# Playing Card Holder (Plastic Canvas)



## MzKnitCro (May 29, 2012)

Cards anyone? . Thanks to all who helped me get this started. These are so much fun to make.


----------



## Maria L (Apr 24, 2011)

I'd like to know how they are made!


----------



## MzKnitCro (May 29, 2012)

I used this tutorial:

http://www.dreamalittlebigger.com/post/plastic-canvas-playing-card-helper.html



Maria L said:


> I'd like to know how they are made!


----------



## Maria L (Apr 24, 2011)

Thank you!!!


----------



## MzKnitCro (May 29, 2012)

You are welcome.



Maria L said:


> Thank you!!!


----------



## knitteerli (Jun 3, 2015)

Thank you. I play cards with friends at least twice a week.

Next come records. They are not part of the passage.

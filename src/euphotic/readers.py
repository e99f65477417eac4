"""Open gridded input files lazily and put them in a common form.

Each input (any role of :mod:`euphotic.roles`: chlorophyll, PAR, temperature, day length,
backscattering, attenuation, mixed-layer depth) becomes one dask-backed
``xarray.DataArray`` with dims ``("time", "lat", "lon")``: latitude ascending, longitude in
[-180, 180) (or [0, 360) for a grid that is only contiguous that way), values decoded and
converted to the model's units, and two coordinates along ``time`` giving each period's first
day (``period_start``) and the day after its last (``period_end``). Nothing is loaded.
"""

from __future__ import annotations

import datetime as dt
import glob
import os
import re
from collections.abc import Sequence
from dataclasses import dataclass, field
from pathlib import Path

import cftime
import numpy as np
import xarray as xr

from euphotic import chunkread, screen, units
from euphotic.errors import EuphoticError, GridMismatchError, InputFileError, VariableNotFoundError
from euphotic.regrid import axis_step, is_regular, regrid_like, same_axis
from euphotic.roles import ROLES, role

#: An input role: a key of :data:`euphotic.roles.ROLES` (chl, par, sst, day_length, bbp, ...).
Role = str

#: CF standard names that identify each input, in order of preference (from the catalogue).
STANDARD_NAMES: dict[str, tuple[str, ...]] = {r.name: r.standard_names for r in ROLES.values()}

#: Units each input is converted to (from the catalogue).
TARGET_UNITS: dict[str, str] = {r.name: r.units for r in ROLES.values()}

LONG_NAMES = {r.name: r.long_name for r in ROLES.values()}

#: netCDF-C chunk cache per variable, bytes. The library default (64 MiB per variable) grows
#: memory with every open file; inputs are read chunk by chunk once, so a small cache suffices.
CHUNK_CACHE_BYTES = 4 * 1024 * 1024


@dataclass
class InputSpec:
    """How to find one input: files, variable, and how to date the files."""

    role: Role
    files: str | Sequence[str]
    variable: str | None = None
    units: str | None = None
    #: regular expression with a named group ``start`` (and optionally ``end``, inclusive)
    date_pattern: str | None = None
    #: strptime format of the dates the pattern captures
    date_format: str = "%Y%m%d"
    #: length of each file's period when only a start date is known: "day", "month" or N (days)
    period: str | int | None = None
    base_dir: Path = field(default_factory=Path.cwd)
    #: files (or time steps) with the same period: "error", or keep the "first"/"last" by path
    duplicates: str = "error"
    #: plausible range in the model's units; None: ``screen.DEFAULT_VALID_RANGE[role]``
    valid_range: tuple[float, float] | None = None

    def paths(self) -> list[str]:
        """Expand the file pattern(s) into a sorted list of existing paths."""
        pats = [self.files] if isinstance(self.files, str) else list(self.files)
        out: list[str] = []
        for pat in pats:
            p = os.path.normpath(pat if os.path.isabs(pat) else str(self.base_dir / pat))
            hits = sorted(glob.glob(p)) if glob.has_magic(p) else ([p] if os.path.exists(p) else [])
            if not hits:
                what = "matches no file" if glob.has_magic(p) else "does not exist"
                raise InputFileError(p, f"{self.role} input {what}")
            out.extend(hits)
        return sorted(dict.fromkeys(out))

With small hands ( no relation to you know who, I hope) I do finf it hard to hold a large number of cards.


----------



## knitteerli (Jun 3, 2015)

i note that the first requirement is a plastic playing card holder. Never heard of such a thing, must get out more.


----------



## louisezervas (Jun 28, 2011)

They would make nice gifts around the holidays.


----------



## Lois Lane (Nov 18, 2014)

And a good idea for grandkids whose little hands can't hold all the cards. One question--is there any problem in getting the two pieces held together tight enough that the cards don't fall out?


----------



## ljsb3 (Apr 25, 2013)

What a great idea - thanks for sharing


----------



## MzKnitCro (May 29, 2012)

You are welcome. They do feel nice in your hand, multiple places you can hold on.



knitteerli said:


> Thank you. I play cards with friends at least twice a week. With small hands ( no relation to you know who, I hope) I do finf it hard to hold a large number of cards.


----------



## MzKnitCro (May 29, 2012)

I also saw a tutorial where you use lids from say sour cream to make card holders.



knitteerli said:


> i note that the first requirement is a plastic playing card holder. Never heard of such a thing, must get out more.


----------



## MzKnitCro (May 29, 2012)

That is a good idea .



louisezervas said:


> They would make nice gifts around the holidays.


----------



## MzKnitCro (May 29, 2012)

No, no problem. I pulled my connecting string a little tight, but not too much. The cards really do stay put when held upright, turned over to shield them, or when held upside down. Using it as a fan only holding the bottom part made the cards fly out. Shaking it holding the bottom made them fall out too. Holding it in the middle part while fanning, shaking kept them inside. Hope this makes sense .



Lois Lane said:


> And a good idea for grandkids whose little hands can't hold all the cards. One question--is there any problem in getting the two pieces held together tight enough that the cards don't fall out?


----------



## MzKnitCro (May 29, 2012)

You are welcome .



ljsb3 said:


> What a great idea - thanks for sharing


----------



## martyr (Feb 15, 2011)

My grandson likes to play card games with us - but finds a full hand of hands difficult to see. His Dad found a fan type holder and he does use it - so this will be a way to make one in his favorite colors, red, blue and green like his favorite Thomas engines! Thanks for this topic and link. :sm24: :sm24:


----------



## MzKnitCro (May 29, 2012)

You are welcome. Those colors are going to look really nice together .



martyr said:


> My grandson likes to play card games with us - but finds a full hand of hands difficult to
> see. His Dad found a fan type holder and he does use it - so this will be a way to make one in his favorite colors, red, blue and green like his favorite Thomas engines! Thanks for this topic and link. :sm24: :sm24:


----------